Actually this seems like a better download link :
April 28, 2011 at 8:06 am
Just got a reply from Adam and there's no way to use his script to do what I need (unless I'm prepared to start an infinite loop and kill it after a few minutes).
I somehow don't see much of an improvement vs tracing the plans...
Still opened to ideas.
TIA.
April 28, 2011 at 8:42 am
just my 2ct.
Since you aim for minimal prod sys interference .... let's keep it simple.
How about lightweight tracing just for the the sp_prepare and sp_execute statements (of course capture to file ( high speed I/O disk )) for a certain sample time. (not the plans at this time)
Then restore a fullback of your db ( or a PIT restore to also test your drp 😉 ) to a test server and replaying the load to be able to capture the plans.
Would that be representative/reliable enough or worth the try ?
It should be at least KISS enough if you have a spare test server.
Johan
Learn to play, play to learn !
Dont drive faster than your guardian angel can fly ...
but keeping both feet on the ground wont get you anywhere :w00t:
- How to post Performance Problems
- How to post data/code to get the best help[/url]
- How to prevent a sore throat after hours of presenting ppt
press F1 for solution, press shift+F1 for urgent solution 😀
Need a bit of Powershell? How about this
Who am I ? Sometimes this is me but most of the time this is me
April 28, 2011 at 8:51 am
ALZDBA (4/28/2011)
just my 2ct.Since you aim for minimal prod sys interference .... let's keep it simple.
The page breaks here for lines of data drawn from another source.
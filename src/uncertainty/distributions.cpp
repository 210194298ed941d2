#include "ringwright/distributions.hpp"

#include <boost/math/distributions/chi_squared.hpp>
#include <boost/math/distributions/fisher_f.hpp>
#include <boost/math/distributions/normal.hpp>
#include <boost/math/distributions/students_t.hpp>
#include <cmath>
#include <limits>

namespace ringwright {
namespace {

const boost::math::normal standard_normal;
constexpr double infinite = std::numeric_limits<double>::infinity();

bool is_normal(double degrees_of_freedom) {
    return !std::isfinite(degrees_of_freedom) || degrees_of_freedom > 1e12;
}

}  // namespace

double student_t_factor(double confidence_level, double degrees_of_freedom) {
    const double tail = (1.0 - confidence_level) / 2.0;
    if (is_normal(degrees_of_freedom))
        return boost::math::quantile(boost::math::complement(standard_normal, tail));
    return boost::math::quantile(boost::math::complement(boost::math::students_t(degrees_of_freedom), tail));
}

double student_t_probability(double t, double degrees_of_freedom) {
    if (is_normal(degrees_of_freedom)) return normal_probability(t);
    return boost::math::cdf(boost::math::students_t(degrees_of_freedom), t);
}

double normal_probability(double z) {
    return boost::math::cdf(standard_normal, z);
}
double normal_quantile(double probability) {
    return boost::math::quantile(standard_normal, probability);
}

double chi_squared_probability(double x, double degrees_of_freedom) {
    if (x == infinite) return 1.0;
    return boost::math::cdf(boost::math::chi_squared(degrees_of_freedom), x);
}

double chi_squared_quantile(double probability, double degrees_of_freedom) {
    return boost::math::quantile(boost::math::chi_squared(degrees_of_freedom), probability);
}

double f_probability(double x, double numerator_df, double denominator_df) {
    if (x == infinite) return 1.0;
    return boost::math::cdf(boost::math::fisher_f(numerator_df, denominator_df), x);
}

double f_quantile(double probability, double numerator_df, double denominator_df) {
    return boost::math::quantile(boost::math::fisher_f(numerator_df, denominator_df), probability);
}

}  // namespace ringwright
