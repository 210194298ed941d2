#pragma once
// Rows of a ledger to values and back.

#include <SQLiteCpp/SQLiteCpp.h>

#include <string>
#include <vector>

#include "ringwright/ledger.hpp"

namespace ringwright::rows {

/// Columns of a summary, in the order in which `summary_of` reads them.
[[nodiscard]] const std::string& summary_columns();
[[nodiscard]] EntrySummary summary_of(SQLite::Statement& row);
/// Columns of a whole entry: those of a summary, then the documents.
[[nodiscard]] const std::string& entry_columns();
/// Figures left out.
[[nodiscard]] LedgerEntry entry_of(SQLite::Statement& row);
[[nodiscard]] std::vector<LedgerFigure> figures_of(const SQLite::Database& database, std::int64_t entry);

void insert(SQLite::Database& database, const LedgerEntry& entry);

/// " WHERE …" for the filter and the texts to bind to its question marks, in order. Tables: entries AS e.
struct Condition {
    std::string sql;
    std::vector<std::string> bound;
};
[[nodiscard]] Condition condition_of(const LedgerFilter& filter);

/// The day of the test, or of the entry where the sheet has none, as SQL.
extern const char* const day_sql;

}  // namespace ringwright::rows
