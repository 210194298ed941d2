#include "ringwright/repeats.hpp"

#include <fmt/format.h>

#include <algorithm>
#include <cmath>
#include <numeric>

#include "ringwright/distributions.hpp"
#include "ringwright/pooling.hpp"

namespace ringwright {
namespace {

constexpr std::size_t fewest_releases = 4;

/// Values on the scale of the test and weights of pooling, up to a common factor.
struct WeightedValues {
    std::vector<double> values, weights;
    bool logarithmic = false;
};

WeightedValues weighted_values(const std::vector<Estimate>& releases) {
    WeightedValues result;
    result.logarithmic =
        std::ranges::all_of(releases, [](const Estimate& release) { return release.value > 0.0; });
    // The confidence level plays no part in the between-release variance.
    const double between = pool_repeats(releases, 0.95).between_standard_deviation;
    for (const Estimate& release : releases) {
        const double scale = result.logarithmic ? release.value : 1.0;
        result.values.push_back(result.logarithmic ? std::log(release.value) : release.value);
        result.weights.push_back(
            scale * scale /
            (release.standard_uncertainty * release.standard_uncertainty + between * between));
    }
    return result;
}

double weighted_mean(const std::vector<double>& values, const std::vector<double>& weights) {
    return std::inner_product(values.begin(), values.end(), weights.begin(), 0.0) /
           std::accumulate(weights.begin(), weights.end(), 0.0);
}

TrendTest test_trend(const std::vector<Estimate>& releases, const std::vector<double>& regressor) {
    if (releases.size() < fewest_releases) return {};
    const WeightedValues data = weighted_values(releases);
    const double mean_x = weighted_mean(regressor, data.weights);
    const double mean_y = weighted_mean(data.values, data.weights);
    double xx = 0.0, xy = 0.0, yy = 0.0;
    for (std::size_t i = 0; i < releases.size(); ++i) {
        const double x = regressor[i] - mean_x, y = data.values[i] - mean_y;
        xx += data.weights[i] * x * x;
        xy += data.weights[i] * x * y;
        yy += data.weights[i] * y * y;
    }
    if (!(xx > 0.0)) return {};
    const double slope = xy / xx;
    const double degrees_of_freedom = static_cast<double>(releases.size() - 2);
    const double residual = std::max(yy - slope * xy, 0.0) / degrees_of_freedom;
    const auto [least, most] = std::ranges::minmax(regressor);
    TrendTest test{true, slope * (most - least) / (data.logarithmic ? 1.0 : std::abs(mean_y)), 1.0};
    if (residual > 0.0)
        test.p_value =
            2.0 * student_t_probability(-std::abs(slope) / std::sqrt(residual / xx), degrees_of_freedom);
    return test;
}

/// The release farthest out and the chance of one as far out among true repeats.
struct Farthest {
    std::size_t index = 0;
    double p_value = 1.0;
};

Farthest farthest_release(const std::vector<Estimate>& releases) {
    const WeightedValues data = weighted_values(releases);
    const double total = std::accumulate(data.weights.begin(), data.weights.end(), 0.0);
    const double mean = weighted_mean(data.values, data.weights);
    const double count = static_cast<double>(releases.size());
    double squares = 0.0;
    for (std::size_t i = 0; i < releases.size(); ++i)
        squares += data.weights[i] * (data.values[i] - mean) * (data.values[i] - mean);
    Farthest farthest;
    for (std::size_t i = 0; i < releases.size(); ++i) {
        const double own = data.weights[i] * (data.values[i] - mean) * (data.values[i] - mean) /
                           (1.0 - data.weights[i] / total);
        const double others = std::max(squares - own, 0.0) / (count - 2.0);
        if (!(own > 0.0)) continue;
        const double p_value =
            others > 0.0
                ? std::min(1.0, count * 2.0 * student_t_probability(-std::sqrt(own / others), count - 2.0))
                : 0.0;
        if (p_value < farthest.p_value) farthest = {i, p_value};
    }
    return farthest;
}

std::string percent(double part) {
    return fmt::format("{:.2g} %", 100.0 * std::abs(part));
}

void add_trends(Findings& findings, const ReleaseSeries& series) {
    const TrendTest drift = test_drift(series), amplitude = test_amplitude_dependence(series);
    const bool drifts = drift.tested && drift.p_value < repeats_false_alarm_rate;
    const bool depends = amplitude.tested && amplitude.p_value < repeats_false_alarm_rate;
    const auto direction = [](double change) { return change > 0.0 ? "rises" : "falls"; };
    const char* both = drifts && depends
                           ? " The amplitude changed with the release number too, so the two causes "
                             "cannot be told apart; vary the amplitude in mixed order."
                           : "";
    if (drifts && (!depends || drift.p_value <= amplitude.p_value))
        findings.push_back(
            {"drift_in_series", Severity::caution,
             fmt::format("The {} {} by {} from the first release to the last (p = {:.2g}), so the "
                         "article may have changed during the series: warmed, settled or worked loose.{}",
                         series.name, direction(drift.relative_change), percent(drift.relative_change),
                         drift.p_value, both)});
    else if (depends)
        findings.push_back(
            {"amplitude_dependent", Severity::caution,
             fmt::format("The {} {} by {} from the weakest release to the strongest (p = {:.2g}), so "
                         "it may depend on amplitude; state the amplitude with the result.{}",
                         series.name, direction(amplitude.relative_change),
                         percent(amplitude.relative_change), amplitude.p_value, both)});
}

void add_outliers(Findings& findings, const ReleaseSeries& series) {
    for (const std::size_t index : outlying_releases(series))
        findings.push_back(
            {"outlying_release", Severity::caution,
             fmt::format(
                 "{} stands apart from the others in {}; it is included in the result. Look at it, and "
                 "leave it out by hand only for a cause that you know (a slip, a second knock)",
                 series.labels[index], series.name)});
}

}  // namespace

TrendTest test_drift(const ReleaseSeries& series) {
    std::vector<double> number(series.releases.size());
    std::iota(number.begin(), number.end(), 1.0);
    return test_trend(series.releases, number);
}

TrendTest test_amplitude_dependence(const ReleaseSeries& series) {
    if (series.amplitudes.size() != series.releases.size() || series.amplitudes.empty()) return {};
    const auto [least, most] = std::ranges::minmax(series.amplitudes);
    if (!(least > 0.0) || most < 1.1 * least) return {};
    std::vector<double> log_amplitudes;
    for (const double amplitude : series.amplitudes) log_amplitudes.push_back(std::log(amplitude));
    return test_trend(series.releases, log_amplitudes);
}

std::vector<std::size_t> outlying_releases(const ReleaseSeries& series) {
    std::vector<Estimate> kept = series.releases;
    std::vector<std::size_t> index(kept.size());
    std::iota(index.begin(), index.end(), std::size_t{0});
    std::vector<std::size_t> outlying;
    const std::size_t most = kept.size() / 4;
    while (kept.size() >= fewest_releases && outlying.size() < most) {
        const Farthest farthest = farthest_release(kept);
        if (farthest.p_value >= repeats_false_alarm_rate) break;
        outlying.push_back(index[farthest.index]);
        kept.erase(kept.begin() + static_cast<std::ptrdiff_t>(farthest.index));
        index.erase(index.begin() + static_cast<std::ptrdiff_t>(farthest.index));
    }
    std::ranges::sort(outlying);
    return outlying;
}

Findings examine_repeats(const ReleaseSeries& series, double confidence_level) {
    Findings findings;
    if (series.releases.size() < 2) return findings;
    const Pooled pooled = pool_repeats(series.releases, confidence_level, PoolingScale::logarithmic);
    if (pooled.heterogeneity_p_value < repeats_false_alarm_rate)
        findings.push_back(
            {"repeats_scatter", Severity::note,
             fmt::format("The releases differ in {} by more than the noise in each explains: scatter between "
                         "releases {} (standard deviation), included in the interval",
                         series.name, percent(pooled.between_standard_deviation / pooled.estimate.value))});
    add_trends(findings, series);
    add_outliers(findings, series);
    return findings;
}

}  // namespace ringwright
How about lightweight tracing just for the the sp_prepare and sp_execute statements (of course capture to file ( high speed I/O disk )) for a certain sample time. (not the plans at this time)
Then restore a fullback of your db ( or a PIT restore to also test your drp 😉 ) to a test server and replaying the load to be able to capture the plans.
Would that be representative/reliable enough or worth the try ?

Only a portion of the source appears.